• [YOUR INSTRUCTIONS]:
The data is to be set down once more, exactly as it reads.

• [AVAILABLE DATA]:
# # # # # # #

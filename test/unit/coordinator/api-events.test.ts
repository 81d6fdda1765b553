import { request as httpRequest } from 'node:http';
import { setTimeout as delay } from 'node:timers/promises';
import { afterEach, beforeEach, describe, expect, it, vi } from 'vitest';
import { BasinloomError } from '../../../shared/contract/errors.ts';
import { type ApiServer, apiServer } from '../../support/api-server.ts';

let server: ApiServer;
beforeEach(async () => {
  server = await apiServer({ heartbeatMs: 30, maxStreams: 3 });
});
afterEach(() => server.close());

interface Reader {
  readonly response: Response;
  readonly controller: AbortController;
  /** All that has come, up to the first text that the test holds for; or to the end. */
  until(test: (text: string) => boolean): Promise<string>;
  readonly end: () => Promise<string>;
}

async function follow(id: string): Promise<Reader> {
  const controller = new AbortController();
  const response = await server.fetch(`/jobs/${id}/events`, { signal: controller.signal });
  const chunks = response.body?.pipeThrough(new TextDecoderStream())[Symbol.asyncIterator]();
  let text = '';
  const until = async (test: (text: string) => boolean) => {
    while (!test(text)) {
      const next = await chunks?.next();
      if (!next || next.done) break;
      text += next.value;
    }
    return text;
  };
  return { response, controller, until, end: () => until(() => false) };
}

/** Frames of a stream: WHATWG HTML, section 9.2.6. Comments are left out. */
function eventsIn(text: string): { event: string; data: Record<string, unknown> }[] {
  return text
    .split('\n\n')
    .filter((frame) => frame.startsWith('event: '))
    .map((frame) => {
      const [first, second, ...others] = frame.split('\n');
      expect(second).toMatch(/^data: /);
      expect(others).toEqual([]);
      return { event: first.slice('event: '.length), data: JSON.parse(second.slice('data: '.length)) };
    });
}

const counts = (total: number, done: number) => ({ total, done, kept: 0, setAside: 0 });
const error = new BasinloomError('RASTER_TRUNCATED', { file: 'a\nb.tif', place: 'block 1' }).toRecord();

describe('the events of a run', () => {
  it('come as they happen, and the stream ends with the run', async () => {
    server.runs.add('r1');
    const reader = await follow('r1');
    expect(reader.response.headers.get('content-type')).toMatch(/^text\/event-stream/);
    expect(reader.response.headers.get('x-content-type-options')).toBe('nosniff');
    server.runs.tell('r1', (listener) => {
      listener.stage('prepare', counts(2, 0));
      listener.leftOut({ kind: 'tile', id: 'prepare/1', gap: true, error });
      listener.note('waiting', { job: 'prepare/0' });
      listener.settled('prepare', counts(2, 1));
    });
    server.runs.end('r1', 'complete-with-gaps');
    const events = eventsIn(await reader.end());
    expect(events.map(({ event }) => event)).toEqual(['status', 'stage', 'left-out', 'note', 'progress', 'end']);
    expect(events[0].data).toMatchObject({ jobID: 'r1', status: 'accepted' });
    expect(events[1].data).toEqual({ stage: 'prepare', ...counts(2, 0) });
    expect(events[2].data).toEqual({ kind: 'tile', id: 'prepare/1', gap: true, error });
    expect(events[3].data).toEqual({ message: 'waiting', job: 'prepare/0' });
    expect(events[4].data).toEqual({ stage: 'prepare', ...counts(2, 1) });
    expect(events[5].data).toMatchObject({ jobID: 'r1', status: 'successful' });
    await vi.waitFor(() => expect(server.runs.watching('r1')).toBe(0));
  });

  it('of thousands of jobs are few, and the last count is among them', async () => {
    server.runs.add('r1');
    const reader = await follow('r1');
    for (let done = 1; done <= 5000; done++) {
      server.runs.tell('r1', (listener) => listener.settled('flux', counts(5000, done)));
    }
    // Without an end: the timer alone must bring it.
    const progress = eventsIn(await reader.until((text) => /event: progress\n.*\n\n/.test(text))).slice(1);
    expect(progress).toEqual([{ event: 'progress', data: { stage: 'flux', ...counts(5000, 5000) } }]);
    server.runs.end('r1', 'complete');
    expect(eventsIn(await reader.end()).map(({ event }) => event)).toEqual(['status', 'progress', 'end']);
  });

  it('of a run that has ended are its status and the end', async () => {
    server.runs.add('r1', { state: 'failed', error });
    const events = eventsIn(await (await follow('r1')).end());
    expect(events.map(({ event, data }) => [event, data.status])).toEqual([
      ['status', 'failed'],
      ['end', 'failed'],
    ]);
  });

  it('go to every reader, and a silent stream shows that it lives', async () => {
    server.runs.add('r1');
    const readers = [await follow('r1'), await follow('r1')];
    for (const reader of readers) expect(await reader.until((text) => text.includes(': '))).toContain('\n\n');
    await readers[0].until((text) => text.includes(': still here\n\n'));
    server.runs.tell('r1', (listener) => listener.note('hello', {}));
    for (const reader of readers) await reader.until((text) => text.includes('hello'));
    server.runs.end('r1', 'stopped');
    for (const reader of readers) expect(eventsIn(await reader.end()).at(-1)?.data.status).toBe('dismissed');
  });

  it('are no longer listened to when the reader goes', async () => {
    server.runs.add('r1');
    const staying = await follow('r1');
    const leaving = await follow('r1');
    expect(server.runs.watching('r1')).toBe(2);
    leaving.controller.abort();
    await vi.waitFor(() => expect(server.runs.watching('r1')).toBe(1));
    server.runs.tell('r1', (listener) => listener.note('still told', {}));
    expect(await staying.until((text) => text.includes('still told'))).toContain('still told');
  });

  it('are not listened to for a reader who goes before the stream is open', async () => {
    server.runs.add('r1');
    const watch = server.runs.watch.bind(server.runs);
    const gate = Promise.withResolvers<void>();
    server.runs.watch = async (...args) => {
      await gate.promise;
      return watch(...args);
    };
    const request = httpRequest({ port: server.port, host: '127.0.0.1', path: '/jobs/r1/events' }).end();
    request.on('error', () => {});
    await delay(50);
    request.destroy();
    await delay(50);
    gate.resolve();
    await delay(50);
    expect(server.runs.watching('r1')).toBe(0);
    expect(server.log()).not.toContain('"level":50');
  });

  it('go to a limited number of readers, and a place that is left is free again', async () => {
    server.runs.add('r1');
    const readers = [await follow('r1'), await follow('r1'), await follow('r1')];
    const refused = await server.fetch('/jobs/r1/events');
    expect(refused.status).toBe(503);
    expect(await refused.json()).toMatchObject({ code: 'STREAMS_FULL' });
    readers[0].controller.abort();
    await vi.waitFor(async () => {
      const again = await follow('r1');
      expect(again.response.status).toBe(200);
    });
    // A failed try takes no place.
    expect((await server.fetch('/jobs/nobody/events')).status).toBe(503);
  });

  it('of no run take no place', async () => {
    for (let index = 0; index < 5; index++) expect((await server.fetch('/jobs/nobody/events')).status).toBe(404);
  });

  it('end when the coordinator closes', async () => {
    server.runs.add('r1');
    const reader = await follow('r1');
    await server.close();
    expect(eventsIn(await reader.end()).map(({ event }) => event)).toEqual(['status']);
    expect(server.runs.watching('r1')).toBe(0);
    server = await apiServer();
  });

  it('do not keep an answer on its way from being finished when the coordinator closes', async () => {
    server.runs.add('r1');
    const gate = Promise.withResolvers<void>();
    const get = server.runs.get.bind(server.runs);
    server.runs.get = async (id) => {
      await gate.promise;
      return get(id);
    };
    const answer = server.fetch('/jobs/r1');
    await delay(50);
    const closed = server.close();
    await delay(50);
    gate.resolve();
    expect(await (await answer).json()).toMatchObject({ jobID: 'r1' });
    await closed;
    server = await apiServer();
  });

  it('have no head without them', async () => {
    server.runs.add('r1');
    expect((await server.fetch('/jobs/r1/events', { method: 'HEAD' })).status).toBe(405);
    expect((await server.fetch('/jobs/r1', { method: 'HEAD' })).status).toBe(200);
  });
});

# # # # # # #

• [EXPECTED ANSWER]:
filename test/unit/coordinator/api-events.test.ts
repository 81d6fdda1765b553
import { request as httpRequest } from 'node:http';
import { setTimeout as delay } from 'node:timers/promises';
import { afterEach, beforeEach, describe, expect, it, vi } from 'vitest';
import { BasinloomError } from '../../../shared/contract/errors.ts';
import { type ApiServer, apiServer } from '../../support/api-server.ts';

let server: ApiServer;
beforeEach(async () => {
  server = await apiServer({ heartbeatMs: 30, maxStreams: 3 });
});
afterEach(() => server.close());

interface Reader {
  readonly response: Response;
  readonly controller: AbortController;
  /** All that has come, up to the first text that the test holds for; or to the end. */
  until(test: (text: string) => boolean): Promise<string>;
  readonly end: () => Promise<string>;
}

async function follow(id: string): Promise<Reader> {
  const controller = new AbortController();
  const response = await server.fetch(`/jobs/${id}/events`, { signal: controller.signal });
  const chunks = response.body?.pipeThrough(new TextDecoderStream())[Symbol.asyncIterator]();
  let text = '';
  const until = async (test: (text: string) => boolean) => {
    while (!test(text)) {
      const next = await chunks?.next();
      if (!next || next.done) break;
      text += next.value;
    }
    return text;
  };
  return { response, controller, until, end: () => until(() => false) };
}

/** Frames of a stream: WHATWG HTML, section 9.2.6. Comments are left out. */
function eventsIn(text: string): { event: string; data: Record<string, unknown> }[] {
  return text
    .split('\n\n')
    .filter((frame) => frame.startsWith('event: '))
    .map((frame) => {
      const [first, second, ...others] = frame.split('\n');
      expect(second).toMatch(/^data: /);
      expect(others).toEqual([]);
      return { event: first.slice('event: '.length), data: JSON.parse(second.slice('data: '.length)) };
    });
}

const counts = (total: number, done: number) => ({ total, done, kept: 0, setAside: 0 });
const error = new BasinloomError('RASTER_TRUNCATED', { file: 'a\nb.tif', place: 'block 1' }).toRecord();

describe('the events of a run', () => {
  it('come as they happen, and the stream ends with the run', async () => {
    server.runs.add('r1');
    const reader = await follow('r1');
    expect(reader.response.headers.get('content-type')).toMatch(/^text\/event-stream/);
    expect(reader.response.headers.get('x-content-type-options')).toBe('nosniff');
    server.runs.tell('r1', (listener) => {
      listener.stage('prepare', counts(2, 0));
      listener.leftOut({ kind: 'tile', id: 'prepare/1', gap: true, error });
      listener.note('waiting', { job: 'prepare/0' });
      listener.settled('prepare', counts(2, 1));
    });
    server.runs.end('r1', 'complete-with-gaps');
    const events = eventsIn(await reader.end());
    expect(events.map(({ event }) => event)).toEqual(['status', 'stage', 'left-out', 'note', 'progress', 'end']);
    expect(events[0].data).toMatchObject({ jobID: 'r1', status: 'accepted' });
    expect(events[1].data).toEqual({ stage: 'prepare', ...counts(2, 0) });
    expect(events[2].data).toEqual({ kind: 'tile', id: 'prepare/1', gap: true, error });
    expect(events[3].data).toEqual({ message: 'waiting', job: 'prepare/0' });
    expect(events[4].data).toEqual({ stage: 'prepare', ...counts(2, 1) });
    expect(events[5].data).toMatchObject({ jobID: 'r1', status: 'successful' });
    await vi.waitFor(() => expect(server.runs.watching('r1')).toBe(0));
  });

  it('of thousands of jobs are few, and the last count is among them', async () => {
    server.runs.add('r1');
    const reader = await follow('r1');
    for (let done = 1; done <= 5000; done++) {
      server.runs.tell('r1', (listener) => listener.settled('flux', counts(5000, done)));
    }
    // Without an end: the timer alone must bring it.
    const progress = eventsIn(await reader.until((text) => /event: progress\n.*\n\n/.test(text))).slice(1);
    expect(progress).toEqual([{ event: 'progress', data: { stage: 'flux', ...counts(5000, 5000) } }]);
    server.runs.end('r1', 'complete');
    expect(eventsIn(await reader.end()).map(({ event }) => event)).toEqual(['status', 'progress', 'end']);
  });

  it('of a run that has ended are its status and the end', async () => {
    server.runs.add('r1', { state: 'failed', error });
    const events = eventsIn(await (await follow('r1')).end());
    expect(events.map(({ event, data }) => [event, data.status])).toEqual([
      ['status', 'failed'],
      ['end', 'failed'],
    ]);
  });

  it('go to every reader, and a silent stream shows that it lives', async () => {
    server.runs.add('r1');
    const readers = [await follow('r1'), await follow('r1')];
    for (const reader of readers) expect(await reader.until((text) => text.includes(': '))).toContain('\n\n');
    await readers[0].until((text) => text.includes(': still here\n\n'));
    server.runs.tell('r1', (listener) => listener.note('hello', {}));
    for (const reader of readers) await reader.until((text) => text.includes('hello'));
    server.runs.end('r1', 'stopped');
    for (const reader of readers) expect(eventsIn(await reader.end()).at(-1)?.data.status).toBe('dismissed');
  });

  it('are no longer listened to when the reader goes', async () => {
    server.runs.add('r1');
    const staying = await follow('r1');
    const leaving = await follow('r1');
    expect(server.runs.watching('r1')).toBe(2);
    leaving.controller.abort();
    await vi.waitFor(() => expect(server.runs.watching('r1')).toBe(1));
    server.runs.tell('r1', (listener) => listener.note('still told', {}));
    expect(await staying.until((text) => text.includes('still told'))).toContain('still told');
  });

  it('are not listened to for a reader who goes before the stream is open', async () => {
    server.runs.add('r1');
    const watch = server.runs.watch.bind(server.runs);
    const gate = Promise.withResolvers<void>();
    server.runs.watch = async (...args) => {
      await gate.promise;
      return watch(...args);
    };
    const request = httpRequest({ port: server.port, host: '127.0.0.1', path: '/jobs/r1/events' }).end();
    request.on('error', () => {});
    await delay(50);
    request.destroy();
    await delay(50);
    gate.resolve();
    await delay(50);
    expect(server.runs.watching('r1')).toBe(0);
    expect(server.log()).not.toContain('"level":50');
  });

  it('go to a limited number of readers, and a place that is left is free again', async () => {
    server.runs.add('r1');
    const readers = [await follow('r1'), await follow('r1'), await follow('r1')];
    const refused = await server.fetch('/jobs/r1/events');
    expect(refused.status).toBe(503);
    expect(await refused.json()).toMatchObject({ code: 'STREAMS_FULL' });
    readers[0].controller.abort();
    await vi.waitFor(async () => {
      const again = await follow('r1');
      expect(again.response.status).toBe(200);
    });
    // A failed try takes no place.
    expect((await server.fetch('/jobs/nobody/events')).status).toBe(503);
  });

  it('of no run take no place', async () => {
    for (let index = 0; index < 5; index++) expect((await server.fetch('/jobs/nobody/events')).status).toBe(404);
  });

  it('end when the coordinator closes', async () => {
    server.runs.add('r1');
    const reader = await follow('r1');
    await server.close();
    expect(eventsIn(await reader.end()).map(({ event }) => event)).toEqual(['status']);
    expect(server.runs.watching('r1')).toBe(0);
    server = await apiServer();
  });

  it('do not keep an answer on its way from being finished when the coordinator closes', async () => {
    server.runs.add('r1');
    const gate = Promise.withResolvers<void>();
    const get = server.runs.get.bind(server.runs);
    server.runs.get = async (id) => {
      await gate.promise;
      return get(id);
    };
    const answer = server.fetch('/jobs/r1');
    await delay(50);
    const closed = server.close();
    await delay(50);
    gate.resolve();
    expect(await (await answer).json()).toMatchObject({ jobID: 'r1' });
    await closed;
    server = await apiServer();
  });

  it('have no head without them', async () => {
    server.runs.add('r1');
    expect((await server.fetch('/jobs/r1/events', { method: 'HEAD' })).status).toBe(405);
    expect((await server.fetch('/jobs/r1', { method: 'HEAD' })).status).toBe(200);
  });
});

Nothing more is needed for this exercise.